Whether QDAS platforms’ marketing of AI as pattern discoverer (“AI generates insights”) misrepresents what both AI and qualitative research do. (paulus-marone-qdas-discourse-2024)
Whether the efficiency gains from AI justify the methodological risks, or whether “28× faster” (prescott-ai-thematic-analysis-2024) is a marketing figure that ignores validation burden.
The categorical rejection debate: jowsey-et-al-2025-we-reject (419 signatories including Braun and Clarke) argues that all approaches above are incompatible with Big-Q reflexive research in principle — AI cannot make meaning; reflexive qualitative research must remain distinctly human. de-paoli-reject-rejection-2026 counters that this conflates philosophy of mind with methodology; greenhalgh-2026-beyond-the-binary argues the binary framing itself is the problem. friese-et-al-beyond-binary-2026 (100+ signatories, four co-authors including Friese and David Morgan) is the most theoretically grounded counter-response to date: assembles assemblage theory (Deleuze & Guattari), distributed cognition (Hutchins), posthumanism (Barad), and sociomateriality (Orlikowski) to contest the “exclusively human” meaning-making premise. Also notes an internal tension: Braun & Clarke’s signature on a categorical rejection letter sits uneasily with their consistent description of reflexive TA as flexible. Whether any framework that includes AI can satisfy Big-Q epistemological commitments is now the field’s sharpest open question. See contested-claims Claim 9.

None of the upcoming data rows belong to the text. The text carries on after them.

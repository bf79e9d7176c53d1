import type { Deps } from '#server/deps.ts';
import type { Api } from '#server/http/route.ts';

export function addHerdRoutes(_api: Api, _deps: Deps): void {}
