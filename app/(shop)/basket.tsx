import { useLoaderData } from 'expo-router';
import type { GenerateMetadataFunction } from 'expo-server';
import { useEffect } from 'react';
import { View } from 'react-native';
import { BasketItemRow } from '#components/basket/basket-item.tsx';
import { BasketSum } from '#components/basket/basket-sum.tsx';
import { NoDayOpen } from '#components/basket/no-day-open.tsx';
import { WaitingOrder } from '#components/basket/waiting-order.tsx';
import { ListWaiting } from '#components/shop/list-waiting.tsx';
import { ShopPage } from '#components/shop/shop-page.tsx';
import { css } from '#components/theme/css.ts';
import { ButtonLink } from '#components/ui/button-link.tsx';
import { DayChoice } from '#components/ui/day-choice.tsx';
import { EmptyState } from '#components/ui/empty-state.tsx';
import { StateView } from '#components/ui/state-view.tsx';
import { TextLink } from '#components/ui/text-link.tsx';
import { TitleBar } from '#components/ui/title-bar.tsx';
import { useBasketOrder } from '#hooks/basket-lines.ts';
import { loadCounter, useCounter } from '#hooks/counter.ts';
import { useLeavePayment } from '#hooks/order-changes.ts';
import { useOpenOrder } from '#hooks/orders.ts';
import { pageMetadata } from '#hooks/page-metadata.ts';
import type { CutList } from '#hooks/shop.ts';
import { chooseDay, setQuantity, settleOrder, useBasket, useIsBasketRead } from '#hooks/use-basket.ts';
import { useTitle } from '#hooks/use-title.ts';
import type { ShopHome } from '#shared/contracts/shop.ts';

const TITLE = 'Your basket · Skelderwick Farm';

export const generateMetadata: GenerateMetadataFunction = (request) =>
  pageMetadata(request, { title: TITLE, hidden: true });

export const loader = loadCounter;

export default function BasketScreen() {
  const counter = useCounter(useLoaderData<typeof loader>());
  const basket = useBasket();
  const isRead = useIsBasketRead();
  useTitle(TITLE);
  const waiting = <ListWaiting title="Your basket" rows={3} />;
  return (
    <ShopPage farm={counter.farm} narrow>
      {!isRead ? (
        waiting
      ) : basket.items.length === 0 ? (
        <EmptyState
          level={1}
          title="Your basket is empty"
          words="Boxes and loose cuts that you choose are kept here, also when you close the page."
        >
          <ButtonLink href="/" label="See the boxes" />
          <ButtonLink href="/cuts" kind="quiet" label="See the loose cuts" />
        </EmptyState>
      ) : (
        <StateView query={counter} what="what is on the counter" waiting={waiting}>
          {(data) => <Basket {...data} />}
        </StateView>
      )}
    </ShopPage>
  );
}

function Basket({ home, cuts }: { home: ShopHome; cuts: CutList }) {
  const basket = useBasket();
  const { day, items, totalPence, isRight, error, refetch } = useBasketOrder(basket, { home, cuts });
  if (!day) return <NoDayOpen />;
  return (
    <View style={css('w-section')}>
      <TitleBar title="Your basket" />
      {basket.orderToken ? <OpenOrder token={basket.orderToken} /> : null}
      <DayChoice label="For which cutting day?" days={openDays(home)} value={day.id} onChange={chooseDay} />
      <StateView query={{ data: items, error, refetch }} what="the prices">
        {() => (
          <View role="list" style={css('w-rows-plain')}>
            {items.map((item) => (
              <BasketItemRow
                key={`${item.kind} ${item.productId}`}
                name={item.name}
                quantity={item.quantity}
                line={item.line}
                elsewhere={item.elsewhere.map((offer) => ({ ...offer, id: offer.dayId }))[0]}
                onQuantity={(quantity) => setQuantity(item, quantity)}
                onDay={chooseDay}
              />
            ))}
          </View>
        )}
      </StateView>
      <BasketSum day={day} totalPence={totalPence} isRight={isRight} />
      <TextLink href="/cuts" place="alone" icon="forward">
        Add loose cuts
      </TextLink>
    </View>
  );
}

function openDays({ days }: ShopHome) {
  return days.filter((day) => day.isInTime);
}

/** Asks how the order of this basket stands: another tab, or the payment company, may have ended it. */
function OpenOrder({ token }: { token: string }) {
  const { data: order } = useOpenOrder(token);
  const leave = useLeavePayment(token);
  const state = order?.state;
  useEffect(() => {
    if (state && state !== 'awaiting payment') settleOrder(token, state === 'cancelled' ? 'given up' : 'paid');
  }, [state, token]);
  // Without a payment page any more, the order waits for nothing and holds nothing.
  if (!order?.paymentUrl || state !== 'awaiting payment') return null;
  return <WaitingOrder order={order} isLeaving={leave.isPending} onLeave={() => leave.mutate()} />;
}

Cross-disciplinary adoption pressures: Beyond the qualitative methods debate, the broader scholarly world is having a different conversation — one framed by competition and market logic rather than epistemological validity. andrews-progress-or-perish-2026 (IB/management) argues that restrictive AI policies create “false dichotomies” and produce “AI shaming” cultures where researchers conceal use rather than disclose it. This dynamic has been documented empirically in qualitative contexts too (dellafiore-et-al-2025-expert-interviews). The adoption debate is no longer local to qualitative methods.